Second, one might be concerned that our learning-rate estimates do not account for students moving in and out of schools and districts. For example, if many high-achieving students move out of a school or district in the later grades and/or many low-achieving students move in, the average test scores will appear to grow less from 3rd to 8th grade than they should. This would cause us to underestimate the learning rate in a school or district.

To determine the accuracy of our learning-rate estimates, we compared them to the estimated learning rate we would get if we could track individual students’ learning rates over time. Working with research partners who had access to student-level data in three states, we determined that our learning-rate estimates are generally sufficiently accurate to allow comparisons among districts and schools. We did find that our learning-rate estimates tend to be slightly less accurate for charter schools. On average, our estimated learning rates for charter schools tend to overstate the true learning rates in charter schools in these three states by roughly 5%. This is likely because charter schools have more student in- and out-mobility than traditional public schools. It suggests that learning-rate comparisons between charter and traditional public schools should be interpreted with some caution. For more information on these analyses, see Reardon et al. (2019).

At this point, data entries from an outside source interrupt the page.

/* Text made safe, columns, spans and clock times. */
#include "client/words.h"

#include <setjmp.h>
#include <stdarg.h>

#include <cmocka.h>
#include <math.h>
#include <stdio.h>
#include <stdlib.h>
#include <string.h>
#include <time.h>

#define SIZE 256

static const char *clean(const char *text, char *buf) {
    words_clean(text, strlen(text), false, buf, SIZE);
    return buf;
}

/* RFC 3629 (2003), section 7, examples: well-formed sequences come through. */
static void examples_of_rfc3629_come_through(void **state) {
    static const char *const good[] = {
        "A\xE2\x89\xA2\xCE\x91.",
        "\xED\x95\x9C\xEA\xB5\xAD\xEC\x96\xB4",
        "\xE6\x97\xA5\xE6\x9C\xAC\xE8\xAA\x9E",
        "\xF0\xA3\x8E\xB4",
    };
    char buf[SIZE];

    (void)state;
    for (size_t i = 0; i < sizeof(good) / sizeof(good[0]); i++)
        assert_string_equal(clean(good[i], buf), good[i]);
}

/* RFC 3629, section 3 (surrogates, above U+10FFFF) and section 10 (overlong forms, among them the
 * one of "/../"); The Unicode Standard 15.0, table 3-7: limits of the second byte. */
static void ill_formed_bytes_become_marks(void **state) {
    static const char *const bad[][2] = {
        {"\xC0\x80", "??"},
        {"/\xC0\xAE./", "/??./"},
        {"\xE0\x9F\xBF", "???"},
        {"\xED\xA0\x80", "???"},
        {"\xF0\x8F\xBF\xBF", "????"},
        {"\xF4\x90\x80\x80", "????"},
        {"\xF8\x88\x80\x80\x80", "?????"},
        {"\xE2\x89", "??"},
        {"\xE2\x89z", "??z"},
        {"\x80", "?"},
        {"\xFF\xFE", "??"},
    };
    char buf[SIZE];

    (void)state;
    for (size_t i = 0; i < sizeof(bad) / sizeof(bad[0]); i++)
        assert_string_equal(clean(bad[i][0], buf), bad[i][1]);
}

/* ECMA-48: ESC and the C1 controls (CSI is U+009B) are what drives a terminal. */
static void no_control_gets_through(void **state) {
    char buf[SIZE];

    (void)state;
    assert_string_equal(clean("a\033[31mb\007\r\n\t\177", buf), "a?[31mb?????");
    assert_string_equal(clean("\xC2\x9B"
                              "2J\xC2\x85",
                              buf),
                        "?2J?");
    assert_string_equal(clean("a\xE2\x80\xAE"
                              "b\xE2\x81\xA6\xE2\x80\x8B\xEF\xBB\xBF\xC2\xAD",
                              buf),
                        "a?b????");
    words_clean("a\0b", 3, false, buf, SIZE);
    assert_string_equal(buf, "a?b");
}

static void ascii_means_ascii(void **state) {
    char buf[SIZE];

    (void)state;
    words_clean("Moor-S\xC3\xBC"
                "d",
                9, true, buf, SIZE);
    assert_string_equal(buf, "Moor-S?d");
}

/* A cut falls between characters and keeps the NUL, whatever the size. */
static void cutting_keeps_whole_characters(void **state) {
    static const char text[] = "\xC3\xBC\xE6\x97\xA5\xF0\xA3\x8E\xB4z";
    char buf[16];

    (void)state;
    for (size_t size = 1; size <= sizeof(text); size++) {
        memset(buf, 'x', sizeof(buf));
        words_clean(text, sizeof(text) - 1, false, buf, size);
        size_t n = strlen(buf);
        assert_true(n < size);
        assert_true(n == 0 || n == 2 || n == 5 || n == 9 || n == 10);
    }
}

static void any_bytes_come_out_clean(void **state) {
    unsigned seed = (unsigned)time(NULL);

    (void)state;
    printf("seed %u\n", seed);
    srand(seed);
    for (int round = 0; round < 20000; round++) {
        char bytes[24], once[SIZE], twice[SIZE];
        size_t n = (size_t)rand() % sizeof(bytes);
        for (size_t i = 0; i < n; i++)
            bytes[i] = (char)(rand() % 256);
        words_clean(bytes, n, round % 2, once, SIZE);
        for (const unsigned char *c = (unsigned char *)once; *c; c++)
            assert_true(*c >= 0x20 && *c != 0x7F && (round % 2 == 0 || *c < 0x80));
        words_clean(once, strlen(once), false, twice, SIZE);
        assert_string_equal(once, twice);
    }
}

/* UAX #11: CJK takes two columns, Latin one. */
static void columns_are_never_told_too_few(void **state) {
    (void)state;
    assert_int_equal(words_columns("heron"), 5);
    assert_int_equal(words_columns("S\xC3\xBC"
                                   "d"),
                     3);
    assert_int_equal(words_columns("\xE6\x97\xA5\xE6\x9C\xAC"), 4);
    assert_int_equal(words_fit("\xE6\x97\xA5\xE6\x9C\xAC", 3), 3);
    assert_int_equal(words_fit("heron", 3), 3);
    assert_int_equal(words_fit("heron", 9), 5);
}

static void long_names_lose_their_middle(void **state) {
    char buf[SIZE];

    (void)state;
    words_shorten("starboard-battery-1", 12, false, buf, SIZE);
    assert_string_equal(buf, "starb..ery-1");
    words_shorten("starboard-battery-1", 12, true, buf, SIZE);
    assert_string_equal(buf, "starbo\u2026ery-1");
    words_shorten("main", 12, true, buf, SIZE);
    assert_string_equal(buf, "main");
    words_shorten("\u65e5\u672c\u8a9e\u65e5\u672c\u8a9e\u65e5\u672c\u8a9e", 9, false, buf, SIZE);
    assert_true(words_columns(buf) <= 9);
}

static void values_carry_their_unit(void **state) {
    char buf[SIZE];

    (void)state;
    assert_string_equal(words_value(3.712, "V", 2, 0, buf, SIZE), "3.71 V");
    assert_string_equal(words_value(0.081, "V", 2, 1, buf, SIZE), "81 mV");
    assert_string_equal(words_value(1.2, "V", 2, 1, buf, SIZE), "1.20 V");
    assert_string_equal(words_value(0.35, "W", 1, 1, buf, SIZE), "350 mW");
    assert_string_equal(words_value(-0.0001, "A", 2, 0.1, buf, SIZE), "0.00 A");
}

static void nothing_is_minus_nothing(void **state) {
    char buf[SIZE];

    (void)state;
    for (double v = -1; v <= 1; v += 1.0 / 512) {
        words_value(v, "C", 0, 0, buf, SIZE);
        assert_string_not_equal(buf, "-0 C");
        words_value(v, "A", 2, 0.1, buf, SIZE);
        assert_string_not_equal(buf, "-0.00 A");
        assert_string_not_equal(buf, "-0 mA");
    }
    assert_string_equal(words_value((double)NAN, "V", 2, 0, buf, SIZE), "-");
    assert_string_equal(words_share(0.634, buf, SIZE), "63 %");
    assert_string_equal(words_share((double)NAN, buf, SIZE), "-");
}

static void spans_tell_what_is_worth_telling(void **state) {
    static const struct {
        double s;
        const char *words;
    } rows[] = {{0, "0 s"},
                {42, "42 s"},
                {120, "2 min"},
                {130, "2 min 10 s"},
                {599, "9 min 59 s"},
                {659, "10 min"},
                {3600, "1 h"},
                {20400, "5 h 40"},
                {86400, "1 d"},
                {100000, "1 d 3 h"},
                {(double)NAN, "unknown"},
                {(double)INFINITY, "no end"}};
    char buf[SIZE];

    (void)state;
    for (size_t i = 0; i < sizeof(rows) / sizeof(rows[0]); i++)
        assert_string_equal(words_span(rows[i].s, buf, SIZE), rows[i].words);
    assert_string_equal(words_age(0.42, buf, SIZE), "0.4 s");
    assert_string_equal(words_age(190, buf, SIZE), "3 min 10 s");
}

/* The moment against the C library's own way from a date; RFC 3339 (2002), section 5.8, examples
 * are of that form but before 2025, or not in UTC. */
static void moments_are_believed_from_2025_on(void **state) {
    struct tm tm = {.tm_year = 126, .tm_mon = 11, .tm_mday = 1, .tm_hour = 6, .tm_min = 12};

    (void)state;
    assert_int_equal(words_moment("2026-12-01T06:12:00Z"), timegm(&tm));
    assert_int_equal(words_moment("2025-01-01T00:00:00Z"), 1735689600);
    assert_int_equal(words_moment("2024-12-31T23:59:59Z"), -1);
    assert_int_equal(words_moment("1990-12-31T23:59:60Z"), -1);
    assert_int_equal(words_moment("1985-04-12T23:20:50.52Z"), -1);
    assert_int_equal(words_moment("2026-12-19T16:39:57-08:00"), -1);
    assert_int_equal(words_moment(""), -1);
    assert_int_equal(words_moment("2026-12-01T06:12:00Z "), -1);
}

static void clock_times_are_local_and_carry_the_day_when_it_is_another(void **state) {
    int64_t moment = words_moment("2026-12-01T06:12:00Z");
    char buf[SIZE];

    (void)state;
    setenv("TZ", "UTC0", 1);
    tzset();
    assert_string_equal(words_since(moment, 720, buf, SIZE), "since 06:00");
    assert_string_equal(words_since(moment, 7 * 3600, buf, SIZE), "since 30 Nov 23:12");
    assert_string_equal(words_about(moment, 15000, buf, SIZE), "about 10:22");
    assert_string_equal(words_about(moment, 86400, buf, SIZE), "about 2 Dec 06:12");
    setenv("TZ", "FEN-5:30", 1);
    tzset();
    assert_string_equal(words_about(moment, 0, buf, SIZE), "about 11:42");
    setenv("TZ", "UTC0", 1);
    tzset();
}

/* Boards without a clock start in 1970 or at the build date: spans, not times of day. */
static void without_a_believable_clock_spans_are_told(void **state) {
    char buf[SIZE];

    (void)state;
    assert_string_equal(words_since(-1, 20400, buf, SIZE), "for 5 h 40");
    assert_string_equal(words_about(-1, 20400, buf, SIZE), "in 5 h 40");
    assert_string_equal(words_since(-1, (double)NAN, buf, SIZE), "");
    assert_string_equal(words_about(1764569520, 1e12, buf, SIZE), "in over 9999 d");
    assert_string_equal(words_since(1764569520, -5, buf, SIZE), "for 0 s");
}

int main(void) {
    const struct CMUnitTest tests[] = {
        cmocka_unit_test(examples_of_rfc3629_come_through),
        cmocka_unit_test(ill_formed_bytes_become_marks),
        cmocka_unit_test(no_control_gets_through),
        cmocka_unit_test(ascii_means_ascii),
        cmocka_unit_test(cutting_keeps_whole_characters),
        cmocka_unit_test(any_bytes_come_out_clean),
        cmocka_unit_test(columns_are_never_told_too_few),
        cmocka_unit_test(long_names_lose_their_middle),
        cmocka_unit_test(values_carry_their_unit),
        cmocka_unit_test(nothing_is_minus_nothing),
        cmocka_unit_test(spans_tell_what_is_worth_telling),
        cmocka_unit_test(moments_are_believed_from_2025_on),
        cmocka_unit_test(clock_times_are_local_and_carry_the_day_when_it_is_another),
        cmocka_unit_test(without_a_believable_clock_spans_are_told),
    };

    return cmocka_run_group_tests(tests, NULL, NULL);
}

Third, we have constructed margins of error for each of the measures of average test scores, learning rates, and trends in average scores. On the explorer, we show 95% confidence intervals. In the downloadable data, we provide standard errors, which can be used in statistical analyses and comparisons. Interested users can download data files that include these standard errors from our Get the Data page.

Fourth, we do not release any estimates on the website or in the downloadable data files where the margin of error is large. In places where there are a small number of students (or a small number of students of a given subgroup), the margin of error is sometimes large; we do not report data in such cases. Margins of error of school learning rates are also large when there are only two or three grade levels in a school; as a result, roughly one-third of schools are missing learning rates on the website.